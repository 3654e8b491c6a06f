/** A refusal from the server, as problem details (RFC 9457) say it. */
export class ApiProblem extends Error {
  override name = 'ApiProblem'
  constructor(
    readonly status: number,
    readonly type: string,
    message: string,
    readonly details: unknown,
  ) {
    super(message)
  }
}

/** The server could not be reached or did not answer in time: not a refusal, so the same may be tried again. */
export class NoConnection extends Error {
  override name = 'NoConnection'
}

const deadlineMs = 20_000

/** Told when the server says that the session has ended, whoever was asking. */
const endedListeners = new Set<() => void>()
export function onSessionEnded(listener: () => void): () => void {
  endedListeners.add(listener)
  return () => endedListeners.delete(listener)
}

type Method = 'GET' | 'POST' | 'PUT' | 'PATCH' | 'DELETE'

/** The one fetch: JSON there and back. Throws ApiProblem when refused, NoConnection when nobody answered. */
export async function request<Answer>(method: Method, path: string, body?: unknown): Promise<Answer> {
  const response = await send(method, path, body)
  if (response.status === 204) return undefined as Answer
  return (await response.json()) as Answer
}

/** The same for an answer that is a file. */
export async function requestFile(method: Method, path: string, body?: unknown): Promise<Blob> {
  return (await send(method, path, body)).blob()
}

async function send(method: Method, path: string, body: unknown): Promise<Response> {
  const response = await fetch(path, {
    method,
    credentials: 'same-origin',
    signal: AbortSignal.timeout(deadlineMs),
    ...(body === undefined ? {} : { headers: { 'Content-Type': 'application/json' }, body: JSON.stringify(body) }),
  }).catch((error: unknown) => {
    throw new NoConnection(error instanceof Error ? error.message : 'No answer')
  })
  if (response.ok) return response
  // Whatever stands between may answer for a server that is gone.
  if ([502, 503, 504].includes(response.status)) throw new NoConnection(`The server answered ${response.status}`)
  const problem = await readProblem(response)
  if (response.status === 401 && path !== '/api/session') for (const listener of endedListeners) listener()
  throw problem
}

async function readProblem(response: Response): Promise<ApiProblem> {
  const said = (await response.json().catch(() => ({}))) as { type?: string; detail?: string; details?: unknown }
  return new ApiProblem(response.status, said.type ?? '/problems/internal', said.detail ?? 'Something went wrong. Try again', said.details)
}

/** The sentence to show for whatever went wrong. */
export function sentenceOf(error: unknown): string {
  if (error instanceof NoConnection) return 'No answer from the server. What you have done is kept here'
  return error instanceof Error ? error.message : 'Something went wrong. Try again'
}
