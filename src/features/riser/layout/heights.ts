import { mmPerFoot } from '../../../../shared/units.ts'
import { metrics } from './metrics.ts'
import type { Placing } from './placeRooms.ts'
import type { Storey } from './readHouse.ts'
import type { StoreyBox } from './riserLayout.ts'
import type { StoreySeats } from './seatStoreys.ts'

export interface Heights {
  readonly storeys: readonly StoreyBox[]
  /** Top of the roof, and where it meets the walls. */
  readonly apex: number
  readonly eave: number
  readonly pitched: boolean
  readonly ground: number
  readonly bottom: number
  readonly height: number
}

interface Wants {
  readonly storeys: readonly Storey[]
  readonly placing: Placing
  readonly trunks: readonly number[]
  readonly locals: readonly number[]
  readonly seats: readonly StoreySeats[]
  readonly rackUnits: ReadonlyMap<string, number>
}

/** The section from top to bottom: roof, then each storey's void with trunk and tags, then its bays. */
export function stackHeights({ storeys, placing, trunks, locals, seats, rackUnits }: Wants): Heights {
  const pitched = storeys.some((storey) => storey.kind === 'roof')
  const inRoof = seats.some((each) => each.roof.length > 0) || storeys.some((storey) => storey.kind === 'roof' && storey.rooms.some((room) => room.fixtures.some((fixture) => !fixture.isOutside)))
  const apex = metrics.margin.top + (inRoof ? 8 : 6)
  const eave = pitched ? apex + metrics.roof : apex + 10
  const boxes: StoreyBox[] = []
  let at = eave
  const order = [...storeys].reverse()
  const topFull = order.find((storey) => storey.kind === 'full')
  for (const storey of order) {
    const base = { levelIds: storey.levels.map((level) => level.id), kind: storey.kind, x0: placing.edges[storey.index]!.x0, x1: placing.edges[storey.index]!.x1, folded: placing.folded[storey.index]! }
    if (storey.kind === 'roof') {
      boxes.push({ ...base, top: apex, trunk: eave, ceiling: eave, floor: eave })
      continue
    }
    const roofTags = storey === topFull ? roofTagHeight(seats[storey.index]!) : 0
    const tags = seats[storey.index]!.rows * metrics.tag.rowHeight
    const top = at
    const trunk = top + metrics.voidTop + roofTags + trunks[storey.index]!
    const ceiling = Math.round(trunk + locals[storey.index]! + metrics.tagOver + tags + (tags ? metrics.tagUnder - (metrics.tag.rowHeight - metrics.tag.height) : 0))
    const floor = ceiling + (storey.kind === 'crawl' ? metrics.crawl + 8 : bayHeight(storey, rackUnits, placing.isLarge))
    boxes.push({ ...base, top, trunk, ceiling, floor })
    at = floor + (storey.kind === 'full' && storeys[storey.index - 1]?.kind === 'crawl' ? 14 : 0)
  }
  const byIndex = boxes.reverse()
  const lowest = byIndex.find((box) => box.kind !== 'roof')
  const bottom = (lowest?.floor ?? eave) + (lowest?.kind === 'crawl' ? 6 : 16)
  return { storeys: byIndex, apex, eave, pitched, ground: groundOf(storeys, byIndex, bottom), bottom, height: bottom + metrics.margin.bottom }
}

/** Tags of what leaves into the roof stand over the trunk, partly in the roof itself. */
export const roofTagHeight = ({ roofRows }: StoreySeats): number => Math.max(0, roofRows * metrics.tag.rowHeight - metrics.voidTop)

function bayHeight(storey: Storey, rackUnits: ReadonlyMap<string, number>, isLarge: boolean): number {
  const drawn = Math.min(metrics.bay.most, Math.max(metrics.bay.least, (storey.ceilingMm / mmPerFoot) * (isLarge ? metrics.bay.pxPerFootLarge : metrics.bay.pxPerFoot)))
  const rows = Math.max(0, ...storey.rooms.flatMap((room) => room.racks.map((rack) => rackUnits.get(rack.id) ?? 0)))
  return Math.round(Math.max(drawn, Math.min(300, rows ? metrics.rack.over + metrics.rack.under + 2 * metrics.rack.pad + rows * 8 : 0)))
}

/** The ground meets the house under the lowest level that is not a basement. */
function groundOf(storeys: readonly Storey[], boxes: readonly StoreyBox[], bottom: number): number {
  const living = storeys.find((storey) => storey.kind === 'full' && storey.levels[0]?.use !== 'basement')
  const box = living && boxes[living.index]
  if (!box) return (boxes.find((each) => each.kind === 'full')?.top ?? bottom) + 20
  const below = living.index > 0 ? boxes[living.index - 1] : undefined
  return box.floor + (below?.kind === 'crawl' ? 30 : below ? 14 : 9)
}
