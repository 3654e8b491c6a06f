import type { Severity } from '../../../../shared/checks/finding.ts'
import { metrics, monoWidth } from './metrics.ts'
import type { Storey } from './readHouse.ts'

export interface TagWish {
  readonly runId: string
  /** x of its cable. */
  readonly x: number
  readonly text: string
  readonly severity: Severity | null
}

export interface TagSeat extends TagWish {
  readonly left: number
  readonly width: number
  readonly row: number
  readonly flip: boolean
}

/** Rows of tags over a level: more where there is only one with many runs, which is wide and has all the height. */
export const tagRows = (storeys: readonly Storey[], exits: number): number =>
  storeys.filter((storey) => storey.kind === 'full').length === 1 && exits > metrics.tag.aloneOver ? metrics.tag.rowsAlone : metrics.tag.rows

/** Width of a tag: the ring, the text, and the shape of its worst finding. */
export const tagWidth = (text: string, severity: Severity | null): number =>
  metrics.tag.lead + monoWidth(text) + metrics.tag.tail + (severity ? metrics.tag.shape : 0)

/**
 * Seats tags in rows, the lowest free row first. A tag's ring stays on its own cable and its text runs to the right, or
 * to the left where the right is taken or out of bounds. Tags that find no seat come back as left over.
 */
export function seatTags<W extends TagWish>(wishes: readonly W[], rows: number, limit: { left: number; right: number }, scale = 1, taken: readonly TagSeat[] = []): { seats: (W & TagSeat)[]; over: W[] } {
  const inRow: TagSeat[][] = Array.from({ length: rows }, (_, row) => taken.filter((seat) => seat.row === row))
  const seats: (W & TagSeat)[] = []
  const over: W[] = []
  const reach = metrics.tag.reach * scale
  const gap = metrics.tag.gap * scale
  for (const wish of [...wishes].sort((a, b) => a.x - b.x || (a.runId < b.runId ? -1 : 1))) {
    const width = tagWidth(wish.text, wish.severity) * scale
    let seat: { left: number; row: number; flip: boolean } | null = null
    for (const flip of [false, true]) {
      const left = flip ? wish.x + reach - width : wish.x - reach
      if (left < limit.left || left + width > limit.right) continue
      const row = inRow.findIndex((own) => isFree(own, left - gap, left + width + gap))
      if (row < 0) continue
      seat = { left, row, flip }
      break
    }
    if (!seat) {
      over.push(wish)
      continue
    }
    const made = { ...wish, ...seat, width }
    inRow[seat.row]!.push(made)
    seats.push(made)
  }
  return { seats, over }
}

function isFree(row: readonly TagSeat[], from: number, to: number): boolean {
  for (let index = row.length - 1; index >= 0; index--) {
    const seat = row[index]!
    if (seat.left < to && seat.left + seat.width > from) return false
  }
  return true
}
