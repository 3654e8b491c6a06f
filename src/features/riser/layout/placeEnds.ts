import type { Column } from './columns.ts'
import { metrics } from './metrics.ts'
import type { Placing } from './placeRooms.ts'
import type { Storey } from './readHouse.ts'
import type { Exit } from './readTrips.ts'
import { onGable, type FixturePlace } from './strands.ts'

/** How far from the wall of the house the first thing on its outside hangs, by storey kind. */
const off = { roof: 9, crawl: 36, full: 9 } as const
const step = 24

/** Places what hangs under the roof, in the crawl and on the end walls: by its place on the plan, nothing over another. */
export function placeEnds(storeys: readonly Storey[], columns: readonly Column[], exits: ReadonlyMap<string, readonly Exit[]>, placing: Placing): void {
  for (const storey of storeys) {
    if (storey.kind === 'full') continue
    const edge = placing.edges[storey.index]!
    const places = storey.rooms.flatMap((room) => room.fixtures.map((fixture): FixturePlace => ({ storey, room, fixture })))
    for (const side of ['W', 'E'] as const)
      places
        .filter((place) => onGable(place) && place.fixture.side === side)
        .forEach(({ fixture }, index) => {
          const away = off[storey.kind] + index * step
          put(placing, fixture.key, exits.get(fixture.key) ?? [], side === 'W' ? edge.x0 - away : edge.x1 + away, 6)
        })
    const anchors = anchorsOf(storeys, columns, placing, edge)
    const inner = places
      .filter((place) => !onGable(place))
      .map(({ fixture, room }) => ({ fixture, own: exits.get(fixture.key) ?? [], x: along(anchors, room.minX + fixture.across * (room.maxX - room.minX)) }))
      .sort((a, b) => a.x - b.x)
    let last = -Infinity
    for (const each of inner) {
      const width = Math.max(26, each.own.length * metrics.slotPitch)
      const clear = clearOf(placing.gaps[storey.kind === 'roof' ? topFull(storeys) : storey.index] ?? [], each.x, width / 2 + 42)
      const x = Math.min(edge.x1 - 34, Math.max(edge.x0 + 34, clear, last + width / 2))
      last = x + width / 2
      put(placing, each.fixture.key, each.own, x, metrics.slotPitch)
    }
  }
}

const topFull = (storeys: readonly Storey[]) => storeys.findLastIndex((storey) => storey.kind === 'full')

/** Beside a column rather than on it. */
function clearOf(gaps: readonly { x0: number; x1: number }[], x: number, room: number): number {
  const gap = gaps.find((each) => x > each.x0 - room && x < each.x1 + room)
  if (!gap) return x
  return x < (gap.x0 + gap.x1) / 2 ? gap.x0 - room : gap.x1 + room
}

function put(placing: Placing, key: string, own: readonly Exit[], x: number, pitch: number): void {
  placing.centres.set(key, x)
  own.forEach((exit, index) => placing.slots.set(exit, x + (index - (own.length - 1) / 2) * pitch))
}

/** Pairs of plan x and drawing x: the ends of the house and its columns, so that nothing changes sides. */
function anchorsOf(storeys: readonly Storey[], columns: readonly Column[], placing: Placing, edge: { x0: number; x1: number }): [plan: number, x: number][] {
  const rooms = storeys.flatMap((storey) => storey.rooms.filter((room) => !room.isOutside))
  const min = Math.min(...rooms.map((room) => room.minX), 0)
  const max = Math.max(...rooms.map((room) => room.maxX), min + 1)
  const inner = columns.filter((column) => column.planX > min && column.planX < max).map((column): [number, number] => [column.planX, placing.columns[column.index]!])
  return [[min, edge.x0], ...inner, [max, edge.x1]]
}

function along(anchors: readonly (readonly [number, number])[], plan: number): number {
  for (let index = 1; index < anchors.length; index++) {
    const [p0, x0] = anchors[index - 1]!
    const [p1, x1] = anchors[index]!
    if (plan <= p1 || index === anchors.length - 1) return x0 + ((plan - p0) / Math.max(1, p1 - p0)) * (x1 - x0)
  }
  return anchors[0]?.[1] ?? 0
}
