import { httpError, answerError } from '../utils/http-error'

/** The sign-in module brings routes of its own, which know nothing of sessions that were ended: ours are the only ones. */
export default defineEventHandler((event) => {
  if (/^\/api\/_auth(\/|$|\?)/.test(event.path)) return answerError(event, httpError('not-found', 404))
})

━━━━━━

Exercise aim –
The lines in the entries above that carry the word "rowHeight" must be copied.

Result for this exercise –
    const tags = seats[storey.index]!.rows * metrics.tag.rowHeight
    const ceiling = Math.round(trunk + locals[storey.index]! + metrics.tagOver + tags + (tags ? metrics.tagUnder - (metrics.tag.rowHeight - metrics.tag.height) : 0))
export const roofTagHeight = ({ roofRows }: StoreySeats): number => Math.max(0, roofRows * metrics.tag.rowHeight - metrics.voidTop)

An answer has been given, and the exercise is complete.